» **What the exercise asks**: Copy nothing but the lines below running from the line containing "type LengthUnit = 'in' | 'mm';" through the line containing "if (!Number.isFinite(f.od) ||", both end lines included.

» **Records from a data collection**:

....

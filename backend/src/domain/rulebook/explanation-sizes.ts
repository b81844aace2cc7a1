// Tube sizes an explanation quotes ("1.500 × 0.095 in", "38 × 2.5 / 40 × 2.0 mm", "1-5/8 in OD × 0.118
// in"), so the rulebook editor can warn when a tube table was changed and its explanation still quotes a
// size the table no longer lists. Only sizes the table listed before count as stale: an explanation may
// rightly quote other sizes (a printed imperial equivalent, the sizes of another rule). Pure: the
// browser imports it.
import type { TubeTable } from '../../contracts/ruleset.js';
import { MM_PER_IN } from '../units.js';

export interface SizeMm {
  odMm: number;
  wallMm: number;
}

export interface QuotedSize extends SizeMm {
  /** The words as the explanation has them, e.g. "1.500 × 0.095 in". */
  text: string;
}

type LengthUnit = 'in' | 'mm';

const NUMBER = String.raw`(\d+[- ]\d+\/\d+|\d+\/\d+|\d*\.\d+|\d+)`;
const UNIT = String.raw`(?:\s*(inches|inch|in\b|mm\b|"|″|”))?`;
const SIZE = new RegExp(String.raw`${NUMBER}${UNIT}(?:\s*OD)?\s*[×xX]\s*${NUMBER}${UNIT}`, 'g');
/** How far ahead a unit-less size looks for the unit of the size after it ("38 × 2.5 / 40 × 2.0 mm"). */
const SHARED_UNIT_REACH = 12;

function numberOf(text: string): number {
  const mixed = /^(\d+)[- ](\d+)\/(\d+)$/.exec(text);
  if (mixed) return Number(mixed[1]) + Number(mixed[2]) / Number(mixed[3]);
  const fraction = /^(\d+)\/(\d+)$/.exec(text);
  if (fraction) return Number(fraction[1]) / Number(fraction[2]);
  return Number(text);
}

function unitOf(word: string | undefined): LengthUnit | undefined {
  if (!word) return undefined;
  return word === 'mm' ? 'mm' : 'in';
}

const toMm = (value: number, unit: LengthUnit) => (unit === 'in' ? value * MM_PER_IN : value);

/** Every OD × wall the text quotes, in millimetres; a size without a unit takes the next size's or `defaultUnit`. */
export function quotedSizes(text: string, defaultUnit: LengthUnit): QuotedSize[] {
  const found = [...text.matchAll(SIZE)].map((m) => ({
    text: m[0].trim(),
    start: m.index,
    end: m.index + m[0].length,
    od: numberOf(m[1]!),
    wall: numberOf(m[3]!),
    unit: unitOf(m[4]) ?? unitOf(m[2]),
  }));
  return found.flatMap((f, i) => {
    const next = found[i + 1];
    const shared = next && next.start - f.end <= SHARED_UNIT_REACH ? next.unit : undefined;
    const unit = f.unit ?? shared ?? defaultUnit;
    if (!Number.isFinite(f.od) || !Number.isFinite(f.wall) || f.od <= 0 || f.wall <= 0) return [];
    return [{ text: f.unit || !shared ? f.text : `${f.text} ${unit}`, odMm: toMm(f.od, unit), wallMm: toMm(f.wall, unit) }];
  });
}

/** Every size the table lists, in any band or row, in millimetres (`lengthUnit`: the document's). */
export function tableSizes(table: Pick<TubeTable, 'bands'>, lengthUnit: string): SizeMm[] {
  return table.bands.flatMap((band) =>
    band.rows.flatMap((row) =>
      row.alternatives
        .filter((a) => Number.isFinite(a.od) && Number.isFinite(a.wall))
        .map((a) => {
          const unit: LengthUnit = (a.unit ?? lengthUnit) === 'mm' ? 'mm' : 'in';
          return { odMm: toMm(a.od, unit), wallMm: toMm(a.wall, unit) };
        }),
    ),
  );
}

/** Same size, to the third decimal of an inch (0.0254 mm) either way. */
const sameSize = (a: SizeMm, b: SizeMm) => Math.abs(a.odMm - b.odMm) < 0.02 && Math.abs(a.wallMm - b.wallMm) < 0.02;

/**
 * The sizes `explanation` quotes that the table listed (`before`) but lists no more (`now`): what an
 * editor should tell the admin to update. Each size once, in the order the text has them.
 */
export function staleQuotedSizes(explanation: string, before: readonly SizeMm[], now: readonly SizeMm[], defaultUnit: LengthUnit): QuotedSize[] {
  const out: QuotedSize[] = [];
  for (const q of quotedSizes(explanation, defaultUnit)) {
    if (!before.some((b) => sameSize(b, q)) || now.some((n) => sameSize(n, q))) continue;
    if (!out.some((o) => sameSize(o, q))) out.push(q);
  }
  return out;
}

....

» **Answer below**:
type LengthUnit = 'in' | 'mm';

const NUMBER = String.raw`(\d+[- ]\d+\/\d+|\d+\/\d+|\d*\.\d+|\d+)`;
const UNIT = String.raw`(?:\s*(inches|inch|in\b|mm\b|"|″|”))?`;
const SIZE = new RegExp(String.raw`${NUMBER}${UNIT}(?:\s*OD)?\s*[×xX]\s*${NUMBER}${UNIT}`, 'g');
/** How far ahead a unit-less size looks for the unit of the size after it ("38 × 2.5 / 40 × 2.0 mm"). */
const SHARED_UNIT_REACH = 12;

function numberOf(text: string): number {
  const mixed = /^(\d+)[- ](\d+)\/(\d+)$/.exec(text);
  if (mixed) return Number(mixed[1]) + Number(mixed[2]) / Number(mixed[3]);
  const fraction = /^(\d+)\/(\d+)$/.exec(text);
  if (fraction) return Number(fraction[1]) / Number(fraction[2]);
  return Number(text);
}

function unitOf(word: string | undefined): LengthUnit | undefined {
  if (!word) return undefined;
  return word === 'mm' ? 'mm' : 'in';
}

const toMm = (value: number, unit: LengthUnit) => (unit === 'in' ? value * MM_PER_IN : value);

/** Every OD × wall the text quotes, in millimetres; a size without a unit takes the next size's or `defaultUnit`. */
export function quotedSizes(text: string, defaultUnit: LengthUnit): QuotedSize[] {
  const found = [...text.matchAll(SIZE)].map((m) => ({
    text: m[0].trim(),
    start: m.index,
    end: m.index + m[0].length,
    od: numberOf(m[1]!),
    wall: numberOf(m[3]!),
    unit: unitOf(m[4]) ?? unitOf(m[2]),
  }));
  return found.flatMap((f, i) => {
    const next = found[i + 1];
    const shared = next && next.start - f.end <= SHARED_UNIT_REACH ? next.unit : undefined;
    const unit = f.unit ?? shared ?? defaultUnit;
    if (!Number.isFinite(f.od) || !Number.isFinite(f.wall) || f.od <= 0 || f.wall <= 0) return [];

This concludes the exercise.